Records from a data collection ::
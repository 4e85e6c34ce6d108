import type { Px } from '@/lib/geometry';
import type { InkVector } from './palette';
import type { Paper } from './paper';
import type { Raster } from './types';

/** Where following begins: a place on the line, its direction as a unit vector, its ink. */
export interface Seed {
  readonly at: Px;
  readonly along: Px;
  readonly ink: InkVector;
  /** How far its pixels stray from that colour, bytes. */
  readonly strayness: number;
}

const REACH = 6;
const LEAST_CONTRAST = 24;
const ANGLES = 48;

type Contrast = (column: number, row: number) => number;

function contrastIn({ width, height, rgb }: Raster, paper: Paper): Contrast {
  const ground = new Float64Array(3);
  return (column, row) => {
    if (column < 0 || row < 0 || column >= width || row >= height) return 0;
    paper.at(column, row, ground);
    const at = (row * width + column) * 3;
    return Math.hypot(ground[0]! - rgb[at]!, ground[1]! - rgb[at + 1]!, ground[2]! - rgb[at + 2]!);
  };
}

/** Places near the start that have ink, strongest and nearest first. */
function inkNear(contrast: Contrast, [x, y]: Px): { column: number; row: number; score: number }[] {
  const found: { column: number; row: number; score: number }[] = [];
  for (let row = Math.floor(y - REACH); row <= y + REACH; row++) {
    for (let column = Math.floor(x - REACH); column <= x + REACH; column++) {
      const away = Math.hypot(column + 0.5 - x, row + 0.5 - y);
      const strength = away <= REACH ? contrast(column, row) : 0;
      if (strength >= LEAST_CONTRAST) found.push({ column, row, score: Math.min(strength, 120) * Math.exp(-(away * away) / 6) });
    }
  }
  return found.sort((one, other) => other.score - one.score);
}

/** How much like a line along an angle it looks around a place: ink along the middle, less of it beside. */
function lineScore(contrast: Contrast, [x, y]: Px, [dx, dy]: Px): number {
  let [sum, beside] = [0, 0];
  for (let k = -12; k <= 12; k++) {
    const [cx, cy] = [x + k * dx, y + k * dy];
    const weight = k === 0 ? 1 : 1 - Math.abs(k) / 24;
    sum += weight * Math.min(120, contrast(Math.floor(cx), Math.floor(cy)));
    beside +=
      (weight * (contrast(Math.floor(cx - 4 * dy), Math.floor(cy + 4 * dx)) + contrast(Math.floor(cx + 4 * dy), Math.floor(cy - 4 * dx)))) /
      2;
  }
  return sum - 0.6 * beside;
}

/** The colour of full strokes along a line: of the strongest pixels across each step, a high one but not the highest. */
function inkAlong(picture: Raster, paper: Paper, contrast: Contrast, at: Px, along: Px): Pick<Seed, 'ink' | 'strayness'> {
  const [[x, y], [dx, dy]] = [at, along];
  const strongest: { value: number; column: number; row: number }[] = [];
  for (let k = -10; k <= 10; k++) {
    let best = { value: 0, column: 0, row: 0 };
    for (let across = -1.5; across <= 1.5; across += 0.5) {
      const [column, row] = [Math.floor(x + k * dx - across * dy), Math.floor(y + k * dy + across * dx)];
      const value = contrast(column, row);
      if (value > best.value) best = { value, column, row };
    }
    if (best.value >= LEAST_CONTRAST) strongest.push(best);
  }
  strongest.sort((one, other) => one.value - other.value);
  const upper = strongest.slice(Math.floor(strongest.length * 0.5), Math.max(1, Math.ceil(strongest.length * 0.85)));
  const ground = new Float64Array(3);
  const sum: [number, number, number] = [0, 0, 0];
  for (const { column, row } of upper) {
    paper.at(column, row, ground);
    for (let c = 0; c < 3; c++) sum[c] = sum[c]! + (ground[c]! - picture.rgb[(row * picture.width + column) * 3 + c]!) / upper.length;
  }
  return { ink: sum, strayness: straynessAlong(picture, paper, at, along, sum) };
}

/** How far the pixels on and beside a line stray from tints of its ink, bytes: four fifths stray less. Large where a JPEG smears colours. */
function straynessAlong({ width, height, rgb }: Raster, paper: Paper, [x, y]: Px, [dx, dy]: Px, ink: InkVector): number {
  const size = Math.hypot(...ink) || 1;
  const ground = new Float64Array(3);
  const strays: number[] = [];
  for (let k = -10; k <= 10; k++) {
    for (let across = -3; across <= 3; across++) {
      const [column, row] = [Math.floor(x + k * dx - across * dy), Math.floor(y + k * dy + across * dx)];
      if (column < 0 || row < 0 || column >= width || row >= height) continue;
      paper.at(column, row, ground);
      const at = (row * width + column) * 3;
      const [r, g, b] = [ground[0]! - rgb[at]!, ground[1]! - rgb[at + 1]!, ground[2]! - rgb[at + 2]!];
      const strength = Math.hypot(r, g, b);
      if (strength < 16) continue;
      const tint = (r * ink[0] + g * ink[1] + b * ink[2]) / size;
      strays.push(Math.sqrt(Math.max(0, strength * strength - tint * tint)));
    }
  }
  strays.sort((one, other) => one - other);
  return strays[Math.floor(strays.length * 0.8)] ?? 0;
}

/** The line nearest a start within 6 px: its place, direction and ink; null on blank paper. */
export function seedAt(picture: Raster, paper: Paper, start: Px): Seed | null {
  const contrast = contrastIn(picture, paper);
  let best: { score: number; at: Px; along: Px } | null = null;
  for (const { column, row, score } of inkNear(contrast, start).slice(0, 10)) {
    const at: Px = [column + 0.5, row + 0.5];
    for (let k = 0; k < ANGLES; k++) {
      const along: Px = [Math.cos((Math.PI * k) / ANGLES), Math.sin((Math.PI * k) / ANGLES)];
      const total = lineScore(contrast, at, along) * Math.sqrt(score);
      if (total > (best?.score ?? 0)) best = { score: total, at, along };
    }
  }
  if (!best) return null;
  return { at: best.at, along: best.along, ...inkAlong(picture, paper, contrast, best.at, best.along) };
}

WORK ITEM ::
Every record is to be repeated exactly as written.

WRITTEN RESPONSE ::
repository 4e85e6c34ce6d108
import type { Px } from '@/lib/geometry';
import type { InkVector } from './palette';
import type { Paper } from './paper';
import type { Raster } from './types';

/** Where following begins: a place on the line, its direction as a unit vector, its ink. */
export interface Seed {
  readonly at: Px;
  readonly along: Px;
  readonly ink: InkVector;
  /** How far its pixels stray from that colour, bytes. */
  readonly strayness: number;
}

const REACH = 6;
const LEAST_CONTRAST = 24;
const ANGLES = 48;

type Contrast = (column: number, row: number) => number;

function contrastIn({ width, height, rgb }: Raster, paper: Paper): Contrast {
  const ground = new Float64Array(3);
  return (column, row) => {
    if (column < 0 || row < 0 || column >= width || row >= height) return 0;
    paper.at(column, row, ground);
    const at = (row * width + column) * 3;
    return Math.hypot(ground[0]! - rgb[at]!, ground[1]! - rgb[at + 1]!, ground[2]! - rgb[at + 2]!);
  };
}

/** Places near the start that have ink, strongest and nearest first. */
function inkNear(contrast: Contrast, [x, y]: Px): { column: number; row: number; score: number }[] {
  const found: { column: number; row: number; score: number }[] = [];
  for (let row = Math.floor(y - REACH); row <= y + REACH; row++) {
    for (let column = Math.floor(x - REACH); column <= x + REACH; column++) {
      const away = Math.hypot(column + 0.5 - x, row + 0.5 - y);
      const strength = away <= REACH ? contrast(column, row) : 0;
      if (strength >= LEAST_CONTRAST) found.push({ column, row, score: Math.min(strength, 120) * Math.exp(-(away * away) / 6) });
    }
  }
  return found.sort((one, other) => other.score - one.score);
}

/** How much like a line along an angle it looks around a place: ink along the middle, less of it beside. */
function lineScore(contrast: Contrast, [x, y]: Px, [dx, dy]: Px): number {
  let [sum, beside] = [0, 0];
  for (let k = -12; k <= 12; k++) {
    const [cx, cy] = [x + k * dx, y + k * dy];
    const weight = k === 0 ? 1 : 1 - Math.abs(k) / 24;
    sum += weight * Math.min(120, contrast(Math.floor(cx), Math.floor(cy)));
    beside +=
      (weight * (contrast(Math.floor(cx - 4 * dy), Math.floor(cy + 4 * dx)) + contrast(Math.floor(cx + 4 * dy), Math.floor(cy - 4 * dx)))) /
      2;
  }
  return sum - 0.6 * beside;
}

/** The colour of full strokes along a line: of the strongest pixels across each step, a high one but not the highest. */
function inkAlong(picture: Raster, paper: Paper, contrast: Contrast, at: Px, along: Px): Pick<Seed, 'ink' | 'strayness'> {
  const [[x, y], [dx, dy]] = [at, along];
  const strongest: { value: number; column: number; row: number }[] = [];
  for (let k = -10; k <= 10; k++) {
    let best = { value: 0, column: 0, row: 0 };
    for (let across = -1.5; across <= 1.5; across += 0.5) {
      const [column, row] = [Math.floor(x + k * dx - across * dy), Math.floor(y + k * dy + across * dx)];
      const value = contrast(column, row);
      if (value > best.value) best = { value, column, row };
    }
    if (best.value >= LEAST_CONTRAST) strongest.push(best);
  }
  strongest.sort((one, other) => one.value - other.value);
  const upper = strongest.slice(Math.floor(strongest.length * 0.5), Math.max(1, Math.ceil(strongest.length * 0.85)));
  const ground = new Float64Array(3);
  const sum: [number, number, number] = [0, 0, 0];
  for (const { column, row } of upper) {
    paper.at(column, row, ground);
    for (let c = 0; c < 3; c++) sum[c] = sum[c]! + (ground[c]! - picture.rgb[(row * picture.width + column) * 3 + c]!) / upper.length;
  }
  return { ink: sum, strayness: straynessAlong(picture, paper, at, along, sum) };
}

/** How far the pixels on and beside a line stray from tints of its ink, bytes: four fifths stray less. Large where a JPEG smears colours. */
function straynessAlong({ width, height, rgb }: Raster, paper: Paper, [x, y]: Px, [dx, dy]: Px, ink: InkVector): number {
  const size = Math.hypot(...ink) || 1;
  const ground = new Float64Array(3);
  const strays: number[] = [];
  for (let k = -10; k <= 10; k++) {
    for (let across = -3; across <= 3; across++) {
      const [column, row] = [Math.floor(x + k * dx - across * dy), Math.floor(y + k * dy + across * dx)];
      if (column < 0 || row < 0 || column >= width || row >= height) continue;
      paper.at(column, row, ground);
      const at = (row * width + column) * 3;
      const [r, g, b] = [ground[0]! - rgb[at]!, ground[1]! - rgb[at + 1]!, ground[2]! - rgb[at + 2]!];
      const strength = Math.hypot(r, g, b);
      if (strength < 16) continue;
      const tint = (r * ink[0] + g * ink[1] + b * ink[2]) / size;
      strays.push(Math.sqrt(Math.max(0, strength * strength - tint * tint)));
    }
  }
  strays.sort((one, other) => one - other);
  return strays[Math.floor(strays.length * 0.8)] ?? 0;
}

/** The line nearest a start within 6 px: its place, direction and ink; null on blank paper. */
export function seedAt(picture: Raster, paper: Paper, start: Px): Seed | null {
  const contrast = contrastIn(picture, paper);
  let best: { score: number; at: Px; along: Px } | null = null;
  for (const { column, row, score } of inkNear(contrast, start).slice(0, 10)) {
    const at: Px = [column + 0.5, row + 0.5];
    for (let k = 0; k < ANGLES; k++) {
      const along: Px = [Math.cos((Math.PI * k) / ANGLES), Math.sin((Math.PI * k) / ANGLES)];
      const total = lineScore(contrast, at, along) * Math.sqrt(score);
      if (total > (best?.score ?? 0)) best = { score: total, at, along };
    }
  }
  if (!best) return null;
  return { at: best.at, along: best.along, ...inkAlong(picture, paper, contrast, best.at, best.along) };
}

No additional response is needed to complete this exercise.